What are you choosing to remember this season?
What do you want others to know about the person you lost?

Friday, December 09, 2005

Holiday Rituals

It’s December already! Christmas is coming!

When I was growing up, the holidays started the week before Thanksgiving when we cleaned the silver and china. Later I realize it was fall house cleaning, but this frenzied activity was triggered not by autumn, but an upcoming holiday gathering at our house. We’d clean everything in the china cabinet, wash all the good dishes, polish the furniture, wash the linens and vacuum all the corners. Then we’d get out the cookie recipes and begin baking.

That holiday ritual still lives in my memory and my spirit. When holidays approach, I want to wash dishes, polish the silver and bake cookies.

Ritual has a power that reaches from the past to the present and extends a hand into the future. It provides continuity and predictability. And, it connects me to my mother who passed from this earth 10 years ago.

Mom seems more present at this time of the year. Christmas and Mom were always inextricably connected. When I was a kid my job was to wrap the gifts, even the ones for me. Mom would put on the LP of Bing Crosby singing "White Christmas", bring this mountain of gifts to me, and say, “Don’t open this one.” I remember wrapping right up to Christmas Eve!

When I grew up, Mom and I created another tradition -– we’d spend a whole day shopping together. My favorite now is the lefse making that we learned from my grandmother. This weekend I will be with my sister, daughter, granddaughter and nieces making enough lefse for Christmas Eve and each of our families.

Holiday rituals uplift the values of family, community, tradition, music and church, and even the simple rituals of cleaning, baking, shopping and wrapping all connect me to something bigger than my life.

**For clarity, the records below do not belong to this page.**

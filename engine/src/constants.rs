//! Physical and calendar constants used throughout.

/// Seconds per day (SI).
pub const SECONDS_PER_DAY: f64 = 86_400.0;
/// Julian year in seconds (365.25 d), the year of `f_yr` in the power-law convention.
pub const SECONDS_PER_YEAR: f64 = 365.25 * SECONDS_PER_DAY;
/// Reference frequency of one inverse year, f_yr = 1 / (365.25 d) in Hz.
pub const F_YR: f64 = 1.0 / SECONDS_PER_YEAR;
/// Dispersion constant D in s MHz^2 pc^-1 cm^3: the delay is D * DM / nu^2
/// (Lorimer & Kramer 2004, Handbook of Pulsar Astronomy, eq. 4.7).
pub const DISPERSION_CONSTANT: f64 = 4.148808e3;
/// Reference radio frequency (MHz) at which the chromatic basis has unit scale.
pub const DM_REFERENCE_MHZ: f64 = 1400.0;
/// Spectral index of a background of circular binaries driven by GW emission, 13/3
/// (Phinney 2001).
pub const GAMMA_BINARIES: f64 = 13.0 / 3.0;
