/// Parse an amplitude list: comma-separated items, each a number (`0`, `1e-15`) or a
/// log-spaced range `log:LO:HI:N` (N >= 2 values from LO to HI inclusive, LO, HI > 0).
/// Amplitudes must be finite, >= 0, below 1e-9, and distinct.
pub fn parse_amplitudes(text: &str) -> Result<Vec<f64>> {
    let bad = |m: String| Error::setting("amplitudes", m);
    let mut out: Vec<f64> = Vec::new();
    for item in text.split(',').map(str::trim) {
        if item.is_empty() {
            return Err(bad(format!("empty item in {text:?}")));
        }
        if let Some(rest) = item.strip_prefix("log:") {
            let parts: Vec<&str> = rest.split(':').collect();
            if parts.len() != 3 {
                return Err(bad(format!("{item:?}: expected log:LO:HI:N")));
            }
            let lo: f64 = parts[0]
                .parse()
                .map_err(|_| bad(format!("{item:?}: LO is not a number")))?;
            let hi: f64 = parts[1]
                .parse()
                .map_err(|_| bad(format!("{item:?}: HI is not a number")))?;
            let n: usize = parts[2]
                .parse()
                .map_err(|_| bad(format!("{item:?}: N is not a count")))?;
            let ok = lo > 0.0 && hi > lo && lo.is_finite() && hi.is_finite();
            if !ok || !(2..=1000).contains(&n) {
                return Err(bad(format!(
                    "{item:?}: need 0 < LO < HI and 2 <= N <= 1000"
                )));
            }
            let (l0, l1) = (lo.log10(), hi.log10());
            for k in 0..n {
                let v = if k == n - 1 {
                    hi
                } else {
                    10f64.powf(l0 + (l1 - l0) * k as f64 / (n - 1) as f64)
                };
                out.push(v);
            }
        } else {
            let v: f64 = item
                .parse()
                .map_err(|_| bad(format!("{item:?} is not a number")))?;
            out.push(v);
        }
    }
    for &v in &out {
        if !(v.is_finite() && (0.0..1e-9).contains(&v)) {
            return Err(bad(format!(
                "{v} is not a plausible amplitude (need 0 <= A < 1e-9)"
            )));
        }
    }
    for (i, &v) in out.iter().enumerate() {
        if out[..i].contains(&v) {
            return Err(bad(format!("{v} appears twice")));
        }
    }
    Ok(out)
}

What holiday traditions have become ritual for you? Which ones do you look forward to? What new rituals can you create to bring meaning and joy to your holiday season? We’d love to hear about your holiday rituals.

Friday, December 02, 2005

Sharing your story

I just finished reading Joan Didion's "The Year of Magical Thinking", the account of the year after the sudden death of her husband, the writer John Gregory Dunne.

Reading it? Excuse me: I meant devouring.

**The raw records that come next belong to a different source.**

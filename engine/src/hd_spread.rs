//! The expected spread of the Hellings-Downs correlation around its mean curve for a Gaussian
//! background: the cosmic variance (what remains when infinitely many pulsar pairs at one
//! separation are averaged in one realisation of the sky) and the total variance of one pair
//! (pulsar terms included), after Allen 2023 (Phys. Rev. D 107, 043018) and Allen & Romano 2023
//! (Phys. Rev. D 108, 043026). The derivation, in our words, is in docs/frequency-spread-bins.md.
//!
//! Normalisation: G(zeta) is [`hellings_downs`] (G -> 1/2 as zeta -> 0 for distinct pulsars,
//! G_aa = 1 with the pulsar term). Its Legendre series is G = sum_{l>=2} c_l P_l(cos zeta) with
//! c_l = (3/2)(2l+1)/((l-1) l (l+1) (l+2)) (Gair et al. 2014, Phys. Rev. D 90, 082001).
//!
//! For one real Gaussian mode of the background (redshifts z_a with E[z_a z_b] = A^2 G_ab),
//! Isserlis' theorem (Isserlis 1918, Biometrika 12, 134) gives for the pair products
//! rho_ab = z_a z_b:
//!
//!   Cov(rho_ab, rho_cd) = A^4 (G_ac G_bd + G_ad G_bc).
//!
//! * Total variance of one pair (c = a, d = b, pulsar terms in G_aa = G_bb = 1):
//!   sigma_tot^2(zeta) = A^4 (1 + G(zeta)^2).
//! * Cosmic variance: the variance of the average over infinitely many pairs at separation zeta
//!   is the covariance of two independent pairs at that separation averaged over their relative
//!   orientation; by the addition theorem of spherical harmonics, averaging over a uniform
//!   rotation gives <G(a.c) G(b.d)> = mu2(zeta) with
//!   mu2(zeta) = sum_l c_l^2 P_l(cos zeta)^2 / (2l + 1), so
//!   sigma_cos^2(zeta) = 2 A^4 mu2(zeta).
//!   Closed form at the ends: mu2(0) = mu2(180 deg) = (1/2) int_{-1}^{1} G^2 d(cos zeta) = 1/48.
//!
//! In the engine's reduced space a pair correlation averages many modes with the weights of
//! Z~_a Z~_b (docs/frequency-spread-bins.md): for the signal part x~_a = Z~_a s_a with
//! Cov(s_a, s_b) = A^2 G_ab I, Isserlis gives Var(rho_ab) = A^4 (G_aa G_bb / nu1_ab +
//! G_ab^2 / nu2_ab) with nu1_ab = tr(Z~_a Z~_b)^2 / tr(Z~_a^2 Z~_b^2) and
//! nu2_ab = tr(Z~_a Z~_b)^2 / tr((Z~_a Z~_b)^2): effective numbers of independent modes (2K for
//! Z~ proportional to the identity, 1 for one real mode). The band of a release uses one
//! effective number nu, the mean of 1/nu1_ab over the array's pairs, for all three terms
//! (exact when every Z~_a is proportional to one matrix, otherwise an approximation stated in
//! the outputs): sigma^2 = A^4 (...) / nu.

use crate::error::{Error, Result};
use crate::optimal::{frobenius, Weighted};
use crate::orf::hellings_downs;
use rayon::prelude::*;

It's a remarkable memoir, clear and spot-on in its description of many common experiences of those in grief: a sense of confusion, trying to make sense of the loss, attempting to piece the story of a life, the starts and fits of putting the pieces of one's own life back together.

So much of what Didion writes in her book struck a chord in me, and my own memories of the year after a death in my family - the death of my mother. The title and key theme - a year of magical thinking - reminded me of my own convoluted thought processes during the year after my mom died. Like Didion, my own magical thinking wasn't isolated to the first couple of months after the death. The weeks before and after my birthday - 11 months after my mom died - I kept checking the mailbox for the birthday card I expected from her. And how rude of her not to call!

The expectation in this culture is that that one should 'get over' grief quickly and neatly. My experience is that grief is anything but timely or tidy: it will find you at inconvenient times as much as it will at times that you expect it (or not, then to surprise you later). It is easy to be isolated in our grieving, but yet the hope and the healing occurs for many of us as we connect and tell our story.

Each story is as unique as the writer and the experience. Joan Didion and C.S. Lewis are well-known as writers but we all have our tale. Jory DesJardins, in her brilliant blog Pause, wrote recently about the death of her father, Joel. Ann O'Fallon and Margaret Vaillancourt have edited an amazing book, Kiss Me Goodnight, full of stories and poems from women who lost their moms at a young age.

You don't have to be a published author to have a story to tell. How will you tell share yours? What's possible for you at this point in your grieving process when you tell your story? We invite you to share your story here too.